3. Occupancy and Launch Configuration¶
Discuss the occupancy of your key kernels:
What was the achieved occupancy for each kernel?
What values did you choose for your grid and block dimensions, and why?
Did the number of particles or number of iterations affect the occupancy? Why or why not?
Use profiler outputs and metrics (e.g., waves per SM, active warps per SM, theoretical max occupancy) to justify your choices. Include graphs if helpful.
4. Framebuffer Memory Strategy Comparison¶
You must compare three framebuffer memory strategies:
Regular host memory (malloc())
Pinned host memory (cudaMallocHost())
Zero-copy memory (cudaHostAllocMapped())
Run benchmarks varying:
Number of particles (e.g., 100, 1,000, 10,000)
Number of iterations (e.g., 1 frame vs 10 frames)
Report:
Which memory strategy performed best, and under what conditions
When the strategies produced similar performance
Why you believe these patterns occurred
How does the time per frame change over the course of multiple iterations?
Is the performance steady or does it degrade or improve? Why might that be?
Support your answers with timing measurements and graphs.
Submission Format¶
Submit your report as report.md or report.pdf
Include all referenced plots and profiling output files
Keep your report to around 2–3 pages if possible
Testing¶
Professor Samuels, will provide a few more test-cases towards of the end of fifth week. I first want you to test your own code and then will provide some additional tests later on to help you further debug.
Grading¶
Programming assignments will be graded according to a general rubric. Specifically, we will assign points for completeness, correctness, design, and style. (For more details on the categories, see our Assignment Rubric page.)

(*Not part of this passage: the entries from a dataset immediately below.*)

"""``schedule design SPEC.toml --out family.h5``: synthesize the controller family."""

from __future__ import annotations

import json
import sys

import click
import numpy as np

from ..errors import InputError
from ..family import CHUNK_SIZE, CONFIRM_MEMORY_FRACTION, CONFIRM_SECONDS
from ..types import point_text
from .common import design_inputs, progress_bar


def _summary(run, out: str) -> dict:
    f = run.family
    ok = f.ok
    names = f.variable_names
    opt = np.asarray(f.gamma_opt, dtype=float)
    finite = np.isfinite(opt)
    info: dict = {
        "out": out, "points": int(len(f.points)), "ok": int(ok.sum()),
        "failed": int((~ok).sum()), "gamma": float(f.gamma),
        "computed": {"plants": run.computed_plants, "gamma_opt": run.computed_gamma,
                     "controllers": run.computed_controllers},
        "resumed": {"plants": run.resumed_plants, "gamma_opt": run.resumed_gamma,
                    "controllers": run.resumed_controllers},
        "seconds": round(run.seconds, 3),
        "stage_seconds": {k: round(v, 3) for k, v in run.stage_seconds.items()},
        "interpolant": None if f.interpolant is None else dict(f.interpolant.get("attrs", {})),
        "interpolant_error": run.interpolant_error or None,
        "notes": list(run.notes),
        "failures": [{"index": int(i), "point": dict(zip(names, map(float, f.points[i]),
                                                          strict=True)),
                      "reason": f.reasons[i]} for i in np.flatnonzero(~ok)],
    }
    if finite.any():
        lo, hi = int(np.nanargmin(opt)), int(np.nanargmax(opt))
        info["gamma_opt_min"] = {"value": float(opt[lo]), "index": lo,
                                 "point": dict(zip(names, map(float, f.points[lo]), strict=True))}
        info["gamma_opt_max"] = {"value": float(opt[hi]), "index": hi,
                                 "point": dict(zip(names, map(float, f.points[hi]), strict=True))}
    return info


def _print_table(info: dict) -> None:
    rows = [("family file", info["out"]),
            ("points", f"{info['points']} ({info['ok']} ok, {info['failed']} failed)")]
    if info.get("estimate"):
        rows.append(("estimate", f"{info['estimate']['seconds']:.1f} s (timed on "
                                 f"{info['estimate']['sample']} points before the run)"))
    if "gamma_opt_min" in info:
        lo, hi = info["gamma_opt_min"], info["gamma_opt_max"]
        rows.append(("gamma_opt min", f"{lo['value']:.5g} at {point_text(lo['point'])}"))
        rows.append(("gamma_opt max", f"{hi['value']:.5g} at {point_text(hi['point'])}"))
    rows.append(("common gamma", f"{info['gamma']:.5g}"))
    stages = ", ".join(f"{k} {v:.1f} s" for k, v in info["stage_seconds"].items())
    rows.append(("computed", f"{info['computed']['plants']} plants, "
                             f"{info['computed']['gamma_opt']} gamma_opt, "
                             f"{info['computed']['controllers']} controllers in "
                             f"{info['seconds']:.1f} s ({stages})"))
    if any(info["resumed"].values()):
        rows.append(("resumed", f"{info['resumed']['plants']} plants, "
                                f"{info['resumed']['gamma_opt']} gamma_opt, "
                                f"{info['resumed']['controllers']} controllers"))
    if info["interpolant"]:
        attrs = info["interpolant"]
        rows.append(("interpolant", f"{attrs.get('form', '?')} form, {attrs.get('kind', '?')} "
                                    "(chosen by leave-one-out evidence unless the design "
                                    "names one)"))
    elif info["interpolant_error"]:
        rows.append(("interpolant", f"not fitted: {info['interpolant_error']}"))
    width = max(len(r[0]) for r in rows)
    for key, value in rows:
        click.echo(f"{key:<{width}}  {value}")
    for note in info["notes"]:
        click.echo(f"note: {note}")
    if info["failures"]:
        click.echo("failed points:")
        for item in info["failures"]:
            click.echo(f"  [{item['index']}] {point_text(item['point'])}: {item['reason']}")


@click.command("design")
@click.argument("spec", type=click.Path(dir_okay=False))
@click.option("--out", "-o", required=True, type=click.Path(dir_okay=False),
              help="Family file to write (HDF5), replaced atomically at the end.")
@click.option("--jobs", "-j", default=1, show_default=True, type=click.IntRange(min=1),
              help="Worker processes on this machine.")
@click.option("--cluster", default=None, metavar="ADDRESS",
              help="dask.distributed scheduler address (needs the 'cluster' extra).")
@click.option("--resume", is_flag=True,
              help="Continue an interrupted run from its <out stem>.partial.h5 file.")
@click.option("--quiet", "-q", is_flag=True, help="No progress bar and no summary table.")
@click.option("--json", "as_json", is_flag=True, help="Print the summary as JSON on stdout.")
@click.option("--no-fit", is_flag=True,
              help="Store the controllers only; fit the interpolant later.")
@click.option("--chunk-size", default=CHUNK_SIZE, type=click.IntRange(min=1), hidden=True,
              help="Points per work chunk (results are reproducible for a given size).")
@click.option("--yes", "-y", is_flag=True,
              help=f"Start without asking when the estimate before a large run exceeds "
                   f"{CONFIRM_SECONDS / 60:g} minutes or {CONFIRM_MEMORY_FRACTION:.0%} of the "
                   "available memory.")
def design_command(spec: str, out: str, jobs: int, cluster: str | None, resume: bool,
                   quiet: bool, as_json: bool, no_fit: bool, chunk_size: int,
                   yes: bool) -> None:
    """Synthesize H-infinity controllers over the envelope of SPEC at one common gamma.

    Computes the optimal gamma at every operating point, the common gamma of
    the design file's policy, the central controller at every point, fits the
    interpolant and writes the family file. Before a run of 256 points or more the
    time and memory are estimated from a small timed sample; above the limits of
    --yes the run starts only with --yes (or after a yes at the terminal).
    """
    bar = progress_bar(quiet, "read design")  # before the imports, which take a moment
    from ..design_file import load_design
    from ..family import partial_path, run_design
    from ..parallel import prestart
    from ..paths import refuse_output_over_input

    refuse_output_over_input([out, partial_path(out)], [spec])
    try:
        design = load_design(spec)
    except FileNotFoundError:
        raise InputError(f"design file {spec} does not exist; check the path") from None
    refuse_output_over_input([out, partial_path(out)], design_inputs(design))
    prestart(jobs, cluster)  # a bad --cluster fails here, before any work
    try:
        estimate = None if resume else _estimate(design, jobs, cluster, not no_fit, yes,
                                                 as_json, quiet, bar)
        run = run_design(design, out, jobs=jobs, cluster=cluster, resume=resume, progress=bar,
                         fit=not no_fit, chunk_size=chunk_size)
    finally:
        bar.close()
    info = _summary(run, out)
    if estimate is not None:
        info["estimate"] = estimate.to_dict()
    if as_json:
        click.echo(json.dumps(info, indent=2))
    elif not quiet:
        _print_table(info)


ESTIMATE_MIN_POINTS = 2 * CHUNK_SIZE  # smaller runs start at once (see the docstring)


def _estimate(design, jobs: int, cluster, fit: bool, yes: bool, as_json: bool, quiet: bool,
              bar=None):
    """The estimate of a large run; asks (or refuses) when it is above the thresholds."""
    from ..family import envelope_size, estimate_design
    from ..progress import stage_line

    if envelope_size(design) < ESTIMATE_MIN_POINTS:
        return None
    stage_line(bar, "estimate")
    est = estimate_design(design, jobs=jobs, cluster=cluster, fit=fit)
    if bar is not None:
        bar.close()  # before a question or a refusal
    why = est.needs_confirmation()
    if not why or yes:
        return est
    message = f"the run is estimated at {est.text()}: {why}"
    if as_json:
        click.echo(json.dumps({"estimate": est.to_dict(), "started": False,
                               "reason": why}, indent=2))
    elif not quiet and sys.stdin.isatty() and sys.stderr.isatty():
        if click.confirm(f"{message}. Start it?", default=False, err=True):
            return est
        raise InputError("run not started; pass --yes to start it without asking")
    raise InputError(f"{message}; pass --yes to start it")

The exact weights for each category will vary from one assignment to another. For this assignment, the weights will be:
Completeness and Correctness: 60%
Design/Style: 15%
Report Document: 25%
Submission¶
Before submitting, make sure you’ve added, committed, and pushed all your code to GitHub. You must submit your final work through Gradescope (linked from our Canvas site) in the “Project #1” assignment page via two ways,
Uploading from Github directly (recommended way): You can link your Github account to your Gradescope account and upload the correct repository based on the homework assignment. When you submit your homework, a pop window will appear. Click on “Github” and then “Connect to Github” to connect your Github account to Gradescope. Once you connect (you will only need to do this once), then you can select the repository you wish to upload and the branch (which should always be “main” or “master”) for this course.

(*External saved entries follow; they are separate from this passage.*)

"""``schedule export FAMILY --format csv|json|hdf5|c|fmu --out PATH``: write a scheduled table.

The table is checked as it runs before anything is written
(:func:`schedule.export.checked.build_checked_table`): breakpoints are added where it
fails and the family's interpolant passes; a table that still fails is not written
(exit code 1). ``--no-table-check`` writes the table unchecked.
"""

from __future__ import annotations

import json
import os
import sys
from pathlib import Path

import click

from ..errors import InputError
from ..table_files import DEFAULT_PREFIX, FORMATS, folder_target, format_of_suffix, listing
from .common import code_notes, design_inputs, design_option, progress_bar


def export_settings(family) -> dict:
    """The [export] settings of the family's design text (defaults when absent).

    Parsed with :func:`schedule.design_file.parse_design`; if the full design no longer
    parses on this machine (for example its operating-point file is elsewhere), only the
    [export] and [[limits]] tables are read. ``limits`` maps a control to
    ``(lower, upper, rate)`` (the design's actuator limits).
    """
    defaults = {"sample_time": 0.0, "method": "tustin", "prewarp": 0.0, "formats": None,
                "limits": {}}
    text = family.design_text or ""
    if not text.strip():
        return defaults
    base = family.design_base_dir or "."
    try:
        from ..design_file import parse_design
        spec = parse_design(text, base, name="family design text")
        ex = spec.export
        return {"sample_time": float(ex.sample_time), "method": str(ex.method),
                "prewarp": float(ex.prewarp), "formats": tuple(ex.formats),
                "limits": {s.control: (s.lower, s.upper, s.rate) for s in spec.limits}}
    except (ImportError, ValueError):
        pass
    try:
        import tomllib
    except ImportError:  # pragma: no cover - Python 3.10
        import tomli as tomllib
    try:
        t = tomllib.loads(text).get("export", {})
    except tomllib.TOMLDecodeError:
        return defaults
    out = dict(defaults)
    for key in ("sample_time", "prewarp"):
        if isinstance(t.get(key), (int, float)):
            out[key] = float(t[key])
    if isinstance(t.get("method"), str):
        out["method"] = t["method"]
    if isinstance(t.get("formats"), list):
        out["formats"] = tuple(str(f) for f in t["formats"])
    out["limits"] = _raw_limits(tomllib.loads(text).get("limits", []))
    return out


def _raw_limits(items) -> dict:
    """``[[limits]]`` read without the rest of the design (checked later by the table)."""
    import math

    out = {}
    for item in items if isinstance(items, list) else [items]:
        if not isinstance(item, dict) or not isinstance(item.get("control"), str):
            raise InputError("the family's design text has a malformed [[limits]] entry; fix "
                             "the design file and design again")
        try:
            out[item["control"]] = tuple(float(item.get(k, default)) for k, default in
                                         (("lower", -math.inf), ("upper", math.inf),
                                          ("rate", math.inf)))
        except (TypeError, ValueError):
            raise InputError(f"[[limits]] of {item['control']!r} in the family's design text "
                             "are not numbers; fix the design file and design again") from None
    return out


def _refuse_overwrite(family_file, formats, out, breakpoints, others=()) -> None:
    """No table may replace the family file, a breakpoints file or another input (the
    design file and what it reads; see docs/tables.md)."""
    from ..paths import refuse_output_over_input

    inputs = [family_file, *others]
    if breakpoints and os.path.isfile(breakpoints):
        inputs.append(breakpoints)
    out = Path(out)
    if len(formats) == 1:
        files, folders = ([], [out]) if formats[0] == "c" else ([out], [])
    else:
        files = [folder_target(out, f) for f in formats if f != "c"]
        folders = [folder_target(out, "c")] if "c" in formats else []
    refuse_output_over_input(files, inputs, folders=folders)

Uploading via a Zip file: You can also upload a zip file of the homework directory. Please make sure you upload the entire directory and keep the initial structure the same as the starter code; otherwise, you run the risk of not passing the automated tests.
Note
For either option, you must upload the entire directory structure; otherwise, your automated test grade will not run correctly and you will be penalized if we have to manually run the tests. Going with the first option will do this automatically for you. You can always add additional directories and files (and even files/directories inside the stater directories) but the default directory/file structure must not change.
Depending on the assignment, once you submit your work, an “autograder” will run. This autograder should produce the same test results as when you run the code yourself; if it doesn’t, please let us know so we can look into it. A few other notes:
You are allowed to make as many submissions as you want before the deadline.
Please make sure you have read and understood our Late Submission Policy.
Your completeness score is determined solely based on the automated tests, but we may adjust your score if you attempt to pass tests by rote (e.g., by writing code that hard-codes the expected output for each possible test input).
Gradescope will report the test score it obtains when running your code. If there is a discrepancy between the score you get when running our grader script, and the score reported by Gradescope, please let us know so we can take a look at it.